Canonical invariance of spatially covariant scalar-tensor theory

TL;DR

This paper explores invariant canonical transformations in a spatially covariant scalar-tensor gravity theory, deriving the Hamiltonian non-perturbatively, analyzing degrees of freedom, and examining relations between different gravity theories.

Contribution

It introduces invariant canonical transformations in the XG theory, including vector product and disformal transformations, and analyzes their implications for related gravity theories.

Findings

The theory has at most 3 degrees of freedom under spatial diffeomorphism symmetry.

Invariant transformations include vector product and disformal transformations depending on higher derivatives.
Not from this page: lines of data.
import type { AstroGlobal } from 'astro';
import { AppError } from '../errors';
import { database } from './services.server';
import { loadRevisionScope, loadStudyScope } from '../db/revisions.repo';

type Scope<T> = { ok: true; scope: T; roles: string[] } | { ok: false; response: Response };

/** Loads what a page shows and checks the visitor belongs to its project; otherwise a plain-text refusal. */
async function scoped<T extends { project: { id: string } }>(astro: AstroGlobal, load: () => Promise<T>): Promise<Scope<T>> {
  let scope: T;
  try {
    scope = await load();
  } catch (err) {
    if (err instanceof AppError) return { ok: false, response: new Response(err.message, { status: err.status }) };
    throw err;
  }
  const roles = astro.locals.user?.projectRoles[scope.project.id] ?? [];
  if (!roles.length) return { ok: false, response: new Response('You are not a member of this project.', { status: 403 }) };
  return { ok: true, scope, roles };
}

export const revisionPageScope = (astro: AstroGlobal) => scoped(astro, () => loadRevisionScope(database(), astro.params.revisionId!));
export const studyPageScope = (astro: AstroGlobal) => scoped(astro, () => loadStudyScope(database(), astro.params.studyId!));
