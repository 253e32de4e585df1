import net from 'node:net';
import { sql } from 'drizzle-orm';
import type { Database } from '../db/client';

export interface HealthReport {
  ok: boolean;
  database: { ok: boolean; detail?: string };
  mail: { ok: boolean; detail?: string };
}

// Probes in flight, shared: twenty health requests at once cost one query and one SMTP greeting,
// not twenty, while every answer is still as fresh as the request (nothing is kept afterwards).
let inFlight: Promise<HealthReport> | null = null;

/** Answers whether the database takes a query and the SMTP server greets, each within 2 s. */
export function checkHealth(db: Database, smtp: { host: string; port: number }): Promise<HealthReport> {
  inFlight ??= (async () => {
    try {
      const [database, mail] = await Promise.all([probeDatabase(db), probeSmtp(smtp.host, smtp.port)]);
      return { ok: database.ok && mail.ok, database, mail };
    } finally {
      inFlight = null;
    }
  })();
  return inFlight;
}

async function probeDatabase(db: Database) {
  try {
    await db.execute(sql`select 1`);
    return { ok: true };
  } catch (err) {
    return { ok: false, detail: (err as Error).message };
  }
}

function probeSmtp(host: string, port: number): Promise<{ ok: boolean; detail?: string }> {
  return new Promise((resolve) => {
    const socket = net.connect({ host, port });
    const done = (result: { ok: boolean; detail?: string }) => {
      socket.destroy();
      resolve(result);
    };
    socket.setTimeout(2000, () => done({ ok: false, detail: `no answer from ${host}:${port}` }));
    socket.once('data', (chunk) =>
      done(chunk.toString().startsWith('220') ? { ok: true } : { ok: false, detail: 'unexpected greeting' }),
    );
    socket.once('error', (err) => done({ ok: false, detail: err.message }));
  });
}
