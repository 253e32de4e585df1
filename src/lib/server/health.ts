import net from 'node:net';
import { sql } from 'drizzle-orm';
import type { Database } from '../db/client';

export interface HealthReport {
  ok: boolean;
  database: { ok: boolean; detail?: string };
  mail: { ok: boolean; detail?: string };
}

// Probes in flight are shared: twenty health requests at once cost one query, not twenty. The
// SMTP answer is remembered for a few seconds: a mail server may wait for a reverse DNS lookup
// before its greeting (about 100 ms here), which would make every health answer that slow.
const SMTP_REMEMBERED_MS = 5000;
type Probe = HealthReport['database'];
let databaseInFlight: Promise<Probe> | null = null;
let smtpInFlight: Promise<Probe> | null = null;
let smtpKnown: { at: number; result: Probe } | null = null;

/** Answers whether the database takes a query and the SMTP server greets, each within 2 s. */
export async function checkHealth(db: Database, smtp: { host: string; port: number }): Promise<HealthReport> {
  const database = (databaseInFlight ??= probeDatabase(db).finally(() => (databaseInFlight = null)));
  const fresh = smtpKnown && Date.now() - smtpKnown.at < SMTP_REMEMBERED_MS ? smtpKnown.result : null;
  const mail =
    fresh ??
    (smtpInFlight ??= probeSmtp(smtp.host, smtp.port)
      .then((result) => (smtpKnown = { at: Date.now(), result }).result)
      .finally(() => (smtpInFlight = null)));
  const [d, m] = await Promise.all([database, mail]);
  return { ok: d.ok && m.ok, database: d, mail: m };
}

async function probeDatabase(db: Database) {
  try {
    await db.execute(sql`select 1`);
    return { ok: true };
  } catch (err) {
    return { ok: false, detail: (err as Error).message };
  }
}

function probeSmtp(host: string, port: number): Promise<{ ok: boolean; detail?: string }> {
  return new Promise((resolve) => {
    const socket = net.connect({ host, port });
    const done = (result: { ok: boolean; detail?: string }) => {
      socket.destroy();
      resolve(result);
    };
    socket.setTimeout(2000, () => done({ ok: false, detail: `no answer from ${host}:${port}` }));
    socket.once('data', (chunk) =>
      done(chunk.toString().startsWith('220') ? { ok: true } : { ok: false, detail: 'unexpected greeting' }),
    );
    socket.once('error', (err) => done({ ok: false, detail: err.message }));
  });
}
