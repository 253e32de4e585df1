import type { Database } from '../db/client';
import { eq } from 'drizzle-orm';
import { LRUCache } from 'lru-cache';
import { assertId, loadStudyScope } from '../db/revisions.repo';
import { revisions, studies } from '../db/schema';
import { AppError } from '../errors';
import type { ProjectRole } from '../db/schema/projects';

/** Roles that may read a project's studies. */
export const READERS: ProjectRole[] = ['designer', 'checker', 'approver', 'auditor'];
/** Roles that take part in the work (everyone but the auditor). */
export const PARTICIPANTS: ProjectRole[] = ['designer', 'checker', 'approver'];

/**
 * Which project each revision belongs to, as read once. Nothing moves a revision to another
 * study or a study to another project, so an answer never goes out of date; authorising a request
 * about a revision then costs no query. (Whether the revision still exists is for the service to
 * find: every one reads it.)
 */
const revisionProjects = new LRUCache<string, string>({ max: 50_000 });

/** The project of a revision (NotFound if none): reads two small columns, never the revision's inputs or results. */
export async function projectOfRevision(db: Database, revisionId: string): Promise<string> {
  assertId(revisionId, 'revision');
  const known = revisionProjects.get(revisionId);
  if (known) return known;
  const [row] = await db.select({ projectId: studies.projectId }).from(revisions).innerJoin(studies, eq(studies.id, revisions.studyId)).where(eq(revisions.id, revisionId));
  if (!row) throw new AppError('NotFound', 'There is no revision with this id.');
  revisionProjects.set(revisionId, row.projectId);
  return row.projectId;
}
export const projectOfStudy = async (db: Database, studyId: string) => (await loadStudyScope(db, studyId)).project.id;
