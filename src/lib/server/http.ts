import type { APIContext, APIRoute } from 'astro';
import type { z } from 'zod';
import { AppError } from '../errors';
import { databaseAppError } from '../db/database-errors';
import { unstorableText } from './storable-text';
import '../schemas/plain-messages';

/** Wraps an endpoint so that catalogue errors become JSON with their status, and nothing else leaks. */
export function endpoint(handler: (ctx: APIContext) => Promise<Response> | Response): APIRoute {
  return async (ctx) => {
    try {
      return await handler(ctx);
    } catch (err) {
      return errorResponse(err);
    }
  };
}

/** Seconds a client is asked to wait before trying again while a service is down. */
const RETRY_AFTER_SECONDS = 5;

export function errorResponse(err: unknown): Response {
  const known = err instanceof AppError ? err : databaseAppError(err);
  if (known) {
    if (known.errorName === 'Unavailable') console.error('[unavailable]', (err as Error).message);
    const headers: HeadersInit = known.status === 503 ? { 'Retry-After': String(RETRY_AFTER_SECONDS) } : {};
    return Response.json(known.toJSON(), { status: known.status, headers });
  }
  console.error(err);
  return Response.json(
    { error: 'Internal', title: 'Unexpected error', message: 'Something failed on the server; it has been logged.' },
    { status: 500 },
  );
}

/**
 * A zod failure as field errors. A strict object reports unknown keys as one issue on the object
 * itself; each key becomes its own field, so the error names what to remove or respell.
 */
export function issueFields(error: z.ZodError, root: string): Array<{ field: string; message: string }> {
  return error.issues.flatMap((i) =>
    i.code === 'unrecognized_keys'
      ? i.keys.map((key) => ({ field: [...i.path, key].join('.'), message: `Unknown field "${key}": check the spelling, or leave it out.` }))
      : [{ field: i.path.join('.') || root, message: i.message }],
  );
}

/** Parses a JSON body with a zod schema; every failing field is named in the error. */
export async function parseBody<S extends z.ZodType>(request: Request, schema: S): Promise<z.output<S>> {
  let raw: unknown;
  try {
    raw = await request.json();
  } catch {
    throw new AppError('InvalidInput', 'The request body is not valid JSON.');
  }
  const unstorable = unstorableText(raw);
  if (unstorable.length) throw new AppError('InvalidInput', undefined, unstorable);
  const parsed = schema.safeParse(raw);
  if (!parsed.success) {
    throw new AppError('InvalidInput', undefined, issueFields(parsed.error, '(body)'));
  }
  return parsed.data;
}

/** Parses a URL's query parameters with a zod schema; every failing parameter is named. */
export function parseQuery<S extends z.ZodType>(url: URL, schema: S): z.output<S> {
  const parsed = schema.safeParse(Object.fromEntries(url.searchParams));
  if (!parsed.success) throw new AppError('InvalidInput', undefined, issueFields(parsed.error, '(query)'));
  return parsed.data;
}
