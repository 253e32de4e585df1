import type { Database } from '../db/client';
import { loadRevisionScope, loadStudyScope } from '../db/revisions.repo';
import type { ProjectRole } from '../db/schema/projects';

/** Roles that may read a project's studies. */
export const READERS: ProjectRole[] = ['designer', 'checker', 'approver', 'auditor'];
/** Roles that take part in the work (everyone but the auditor). */
export const PARTICIPANTS: ProjectRole[] = ['designer', 'checker', 'approver'];

export const projectOfRevision = async (db: Database, revisionId: string) => (await loadRevisionScope(db, revisionId)).project.id;
export const projectOfStudy = async (db: Database, studyId: string) => (await loadStudyScope(db, studyId)).project.id;
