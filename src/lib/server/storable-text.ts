import type { FieldError } from '../errors';

// U+0000 cannot be stored in PostgreSQL text or jsonb, and a lone UTF-16 surrogate is not a
// character at all: both are refused at the door, naming the field, before anything is written.
const UNSTORABLE = /\u0000|[\uD800-\uDBFF](?![\uDC00-\uDFFF])|(?<![\uD800-\uDBFF])[\uDC00-\uDFFF]/;

/** Every string (value or key) in a parsed JSON body that the database could not store. */
export function unstorableText(value: unknown, path: string[] = [], found: FieldError[] = []): FieldError[] {
  const field = () => path.join('.') || '(body)';
  if (typeof value === 'string') {
    if (UNSTORABLE.test(value)) found.push({ field: field(), message: 'Remove the control character (U+0000) or the broken character from this text.' });
  } else if (Array.isArray(value)) {
    value.forEach((v, i) => unstorableText(v, [...path, String(i)], found));
  } else if (value && typeof value === 'object') {
    for (const [k, v] of Object.entries(value)) {
      if (UNSTORABLE.test(k)) found.push({ field: field(), message: 'A field name holds a control character (U+0000) or a broken character.' });
      else unstorableText(v, [...path, k], found);
    }
  }
  return found.slice(0, 20);
}
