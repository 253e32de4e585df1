import { create } from 'content-disposition';

/**
 * The Content-Disposition of a download: an ASCII fallback name plus the UTF-8 name (RFC 6266 /
 * RFC 8187), so a study code in any script neither breaks the header nor reaches it raw.
 */
export const attachment = (fileName: string): string => create(fileName, { type: 'attachment' });
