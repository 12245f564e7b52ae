import fs from 'node:fs';
import { afterAll, beforeAll, describe, expect, it } from 'vitest';
import { and, eq, inArray } from 'drizzle-orm';
import type { Page } from 'playwright-core';
import { appUrl, openBrowser, screenshot, signIn } from '../../support/browser';
import { testDb } from '../../support/env';
import * as t from '../../../src/lib/server/db/schema';
import * as parts from '../../../src/lib/server/catalogue/parts';
import * as ops from '../../../src/lib/server/stock/operations';

describe('purchasing in Chromium', () => {
	const { db, pool } = testDb();
	const sku = `E2E-PUR-${Date.now().toString(36).toUpperCase()}`;
	let partId = 0;
	let locationCode = '';
	let locationId = 0;
	let browser: Awaited<ReturnType<typeof openBrowser>>;
	let page: Page;

	beforeAll(async () => {
		const [stockroom] = await db.select().from(t.users).where(eq(t.users.email, 'stockroom@tarnwell.example'));
		const [loc] = await db.select().from(t.locations).orderBy(t.locations.code).limit(1);
		locationCode = loc.code;
		locationId = loc.id;
		({ id: partId } = await parts.createPart(
			db,
			{ sku, name: 'Browser test biconvex 25 mm', kind: 'other', diameterMm: 25, eflMm: 75, reorderPoint: 2, reorderQuantity: 4, supplier: 'Quillmere Glassworks', unitPrice: 29.5, leadTimeDays: 9 },
			{ id: stockroom.id }
		));
		await ops.receive(db, { partId, quantity: 1, locationId: loc.id }, { id: stockroom.id }); // 1 ≤ reorder point 2: flagged
		browser = await openBrowser();
		page = browser.page;
	});
	afterAll(async () => {
		await browser?.close();
		if (partId) await db.update(t.parts).set({ archivedAt: new Date() }).where(inArray(t.parts.id, [partId]));
		await pool.end();
	});

	it('a purchaser creates a request from the board', async () => {
		await signIn(page, 'purchaser@tarnwell.example');
		await page.click('nav[aria-label=Main] >> text=Reorder board');
		await page.waitForURL((u) => u.pathname === '/reorder');
		await screenshot(page, 'reorder-board');
		const row = page.locator(`[data-testid=reorder-row][data-sku="${sku}"]`);
		await expect(row.innerText()).resolves.toContain('at or below reorder point');
		// sort by "Setups unlocked" and filter by SKU: the table answers in place
		await page.click('th >> text=Setups unlocked');
		await page.fill('#board-search', sku);
		await expect(page.locator('[data-testid=reorder-row]').count()).resolves.toBe(1);
		await row.locator('input[type=checkbox]').check();
		await row.locator(`#qty-${partId}`).fill('5');
		await screenshot(page, 'reorder-board-selected');
		// "Export selection as CSV" downloads the file and logs no console error (issue 16)
		const consoleErrors: string[] = [];
		const onConsole = (m: { type: () => string; text: () => string }) => {
			if (m.type() === 'error') consoleErrors.push(m.text());
		};
		page.on('console', onConsole);
		const [download] = await Promise.all([page.waitForEvent('download'), page.click('button:has-text("Export selection as CSV")')]);
		expect(download.suggestedFilename()).toMatch(/\.csv$/);
		const csvText = fs.readFileSync((await download.path())!, 'utf8');
		expect(csvText).toContain(`${sku},`);
		expect(csvText).toMatch(/,5,29\.50,EUR,/);
		await page.waitForTimeout(300);
		page.off('console', onConsole);
		expect(consoleErrors).toEqual([]);
		expect(new URL(page.url()).pathname).toBe('/reorder');
		await Promise.all([page.waitForURL((u) => u.pathname === '/requests'), page.click('button:has-text("Create 1 request")')]);
		const req = page.locator(`[data-testid=request-row][data-sku="${sku}"]`);
		await expect(req.getAttribute('data-status')).resolves.toBe('requested');
		await screenshot(page, 'requests-created');
	});

	it('marks it ordered and received, which puts the units into stock', async () => {
		await page.locator(`[data-testid=request-row][data-sku="${sku}"] a`).first().click();
		await page.waitForURL((u) => /^\/requests\/\d+$/.test(u.pathname));
		await page.fill('#step-ref', 'QG-20261202');
		await page.click('button:has-text("Mark ordered")');
		await page.locator('[data-testid=request-status]:has-text("Ordered")').waitFor();
		// receiving preselects the part's drawer (issue 16)
		await expect(page.inputValue('#rcv-loc')).resolves.toBe(String(locationId));
		await screenshot(page, 'request-ordered');
		await page.click('button:has-text("Receive into stock")');
		await page.locator('[data-testid=request-status]:has-text("Received")').waitFor();
		await expect(page.locator('[data-testid=request-received]').innerText()).resolves.toBe('5');
		await expect(page.locator('[data-testid=request-history]').innerText()).resolves.toMatch(new RegExp(`Ordered → Received[\\s\\S]*ledger movement \\d+ into ${locationCode}`));
		await screenshot(page, 'request-received');
		const moves = await db.select().from(t.movements).where(and(eq(t.movements.partId, partId), eq(t.movements.kind, 'receive')));
		expect(moves.map((m) => m.quantity).sort()).toEqual([1, 5]);
	});

	it('changes the reorder point of the part from the board, which takes it off the board', async () => {
		await page.goto(appUrl('/reorder'));
		await page.fill('#settings-sku', sku);
		await Promise.all([page.waitForURL((u) => u.pathname === `/reorder/parts/${partId}`), page.click('button:has-text("Open")')]);
		await page.fill('#rs-reorderPoint', 'two');
		await page.click('button:has-text("Save reorder settings")');
		await page.locator('.field-error').first().waitFor();
		await expect(page.inputValue('#rs-reorderPoint')).resolves.toBe('two'); // the value typed is kept
		await page.fill('#rs-reorderPoint', '4');
		await page.fill('#rs-leadTimeDays', '15');
		await page.click('button:has-text("Save reorder settings")');
		await page.locator('[role=status]:has-text("Saved")').waitFor();
		await screenshot(page, 'reorder-settings');
		const [row] = await db.select().from(t.parts).where(eq(t.parts.id, partId));
		expect([row.reorderPoint, row.leadTimeDays]).toEqual([4, 15]);
		// 6 on hand now, above the new reorder point 4: no longer on the board
		await page.goto(appUrl('/reorder'));
		await expect(page.locator(`[data-testid=reorder-row][data-sku="${sku}"]`).count()).resolves.toBe(0);
	});
});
Arbitrary GLPV theories cannot be obtained from Horndeski theory via the found invariant transformations.

Abstract

We investigate invariant canonical transformations of a spatially covariant scalar-tensor theory of gravity, called the XG theory, by which the action or the Hamiltonian and the primary constraints keep their forms invariant. We derive the Hamiltonian in a non perturbative manner and complete the Hamiltonian analysis for all regions of the theory. We confirm that the theory has at most 3 degrees of freedom in all regions of the theory as long as the theory has the symmetry under the spatial diffeormorphism. Then, we derive the invariant canonical transformation by using the infinitesimal transformation. The invariant metric transformation of the XG theory contains a vector product as well as the disformal transformation. The vector product and the disformal factor can depend on the higher order derivative terms of the scalar field and the metric. In addition, we discover the invariant canonical transformation which transforms the momentum of the metric. Using the invariant transformation, we study the relation between the Horndeski theory and the GLPV theory, and find that we can not obtain the arbitrary GLPV theory from the Horndeski theory through the invariant canonical transformation we have found.